-- Problem details --
Return, from the data that follows, each line that holds the word "density".

○ ○ ○ ○ ○ ○ ○

static void read_joints(struct ld *L, const rigmat_node *root)
{
    const rigmat_node *sec = section(L, root, "joints");
    const size_t n = sec ? sec->n : 0;
    rigmat_model *m = L->m;
    size_t i;

    m->joints = alloc_array(L, n, sizeof *m->joints);
    L->joint_unknown = alloc_array(L, n, 1);
    if (m->joints == NULL || L->joint_unknown == NULL)
        return;
    for (i = 0; i < n; i++) {
        rigmat_joint *j = &m->joints[m->njoints];
        const rigmat_entry *f;
        const rigmat_joint_desc *jd;
        const char *keys[24], *joint_types[RIGMAT_NJOINT_TYPES];
        const size_t ntypes = rigmat_joint_words(joint_types, RIGMAT_NJOINT_TYPES);
        size_t nk = 0, k;
        struct ent e;
        int t;
        if (!entry(L, sec, i, "joint", &e) || signal_name_taken(L, &e))
            continue;
        m->njoints++;
        j->name = dup_s(L, e.name);
        j->loc = e.loc;
        j->parent = j->child = RIGMAT_NONE;
        j->axis[0] = 1.0;
        if (e.map->broken) {
            L->lost_child = 1;
            continue;
        }
        f = field(&e, "type");
        t = -1;
        if (f == NULL)
            missing(L, &e, "type", "one of slider, hinge, rolling, fixed");
        else
            t = word_node(L, &e, f->value, joint_types, ntypes, "a joint type");
        if (t < 0) {
            check_keys(L, &e, rigmat_joint_all_keys, rigmat_joint_nall_keys, NULL, 0,
                    "a joint");
            /* nothing more is known about this joint: its type-specific
             * keys, its uses elsewhere and its operating point are not
             * checked (one mistake, one error) */
            j->type = RIGMAT_JOINT_FIXED;
            L->joint_unknown[m->njoints - 1] = UNKNOWN_TYPE | UNKNOWN_DRIVEN;
            f = NULL;
        } else {
            j->type = rigmat_joint_kinds[t].type;
        }
        jd = rigmat_joint_kind(j->type);
        for (k = 0; k < rigmat_joint_ncommon_keys; k++)
            keys[nk++] = rigmat_joint_common_keys[k];
        for (k = 0; k < jd->nkeys; k++)
            keys[nk++] = jd->keys[k].key;
        if (jd->drivable) {
            keys[nk++] = "driven";
            if (field(&e, "driven") != NULL)
                for (k = 0; k < rigmat_joint_ndriven_keys; k++)
                    keys[nk++] = rigmat_joint_driven_keys[k];
        }
        if (f != NULL) {
            char form[64];
            snprintf(form, sizeof form, "a %s joint", jd->word);
            check_keys(L, &e, keys, nk, rigmat_joint_all_keys, rigmat_joint_nall_keys, form);
        }
        f = field(&e, "parent");
        if (f == NULL)
            missing(L, &e, "parent", "the body this joint is attached to, or ground");
        else
            j->parent = body_ref(L, &e, f->value);
        f = field(&e, "child");
        if (f == NULL) {
            missing(L, &e, "child", "the body this joint carries");
        } else {
            j->child = body_ref(L, &e, f->value);
            if (j->child == RIGMAT_NONE)
                L->lost_child = 1;
            if (j->child == 0) {
                lerr(L, &e, f->value->loc, "ground is fixed; swap parent and child",
                        "a joint's child cannot be ground");
                j->child = RIGMAT_NONE;
            } else if (j->child != RIGMAT_NONE && j->child == j->parent) {
                lerr(L, &e, f->value->loc, NULL, "a joint's child cannot be its parent");
                j->child = RIGMAT_NONE;
            }
        }
        f = field(&e, "at");
        if (f != NULL && f->value->type == RIGMAT_NODE_SCALAR &&
                strcmp(f->value->text, "end") == 0) {
            /* the far end of a rod parent (README.md, "A rod hinged at its end") */
            if (j->parent != RIGMAT_NONE && m->bodies[j->parent].shape == RIGMAT_SHAPE_ROD) {
                const rigmat_body *pb = &m->bodies[j->parent];
                j->at_m[0] = pb->length_m * cos(pb->direction_rad);
                j->at_m[1] = pb->length_m * sin(pb->direction_rad);
            } else if (j->parent != RIGMAT_NONE)
                lerr(L, &e, f->value->loc, "give the parent a shape {rod: {length, "
                        "direction}}, or write the point: at: [x, y]", "'at: end' needs a rod "
                        "parent, and '%s' is not a rod", m->bodies[j->parent].name);
        } else
            opt_vec2(L, &e, "at", RIGMAT_Q_LENGTH, j->at_m);
        opt_num(L, &e, "angle", RIGMAT_Q_ANGLE, &j->angle_rad);
        read_spec_keys(L, &e, jd->keys, jd->nkeys, j);
        if (jd->drivable) {
            int dv = opt_word(L, &e, "driven", driven_words + 1, NW(driven_words) - 1,
                    "a driven derivative (position, velocity or acceleration)", -1);
            j->driven = dv < 0 ? RIGMAT_DRIVEN_NONE : (rigmat_driven)(dv + 1);
            if (dv < 0 && field(&e, "driven") != NULL)
                L->joint_unknown[m->njoints - 1] |= UNKNOWN_DRIVEN;
            if (j->driven != RIGMAT_DRIVEN_NONE) {
                const int r = opt_word(L, &e, "role", role_words, NW(role_words),
                        "a role (input or disturbance)", 0);
                j->role = r == 1 ? RIGMAT_ROLE_DISTURBANCE : RIGMAT_ROLE_INPUT;
                if (opt_density(L, &e, "density", joint_kind(j, (int)j->driven - 1),
                            &j->density) == 1)
                    must_nonneg(L, &e, "density", j->density);
                if (opt_num(L, &e, "bandwidth", RIGMAT_Q_FREQUENCY, &j->bandwidth_hz) == 1)
                    must_positive(L, &e, "bandwidth", j->bandwidth_hz);
                (void)read_limit(L, &e, joint_kind(j, (int)j->driven - 1), j->role,
                        &j->has_limit, j->limit);
            }
        }
    }
}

○ ○ ○ ○ ○ ○ ○

-- Answer box --
                if (opt_density(L, &e, "density", joint_kind(j, (int)j->driven - 1),
                            &j->density) == 1)
                    must_nonneg(L, &e, "density", j->density);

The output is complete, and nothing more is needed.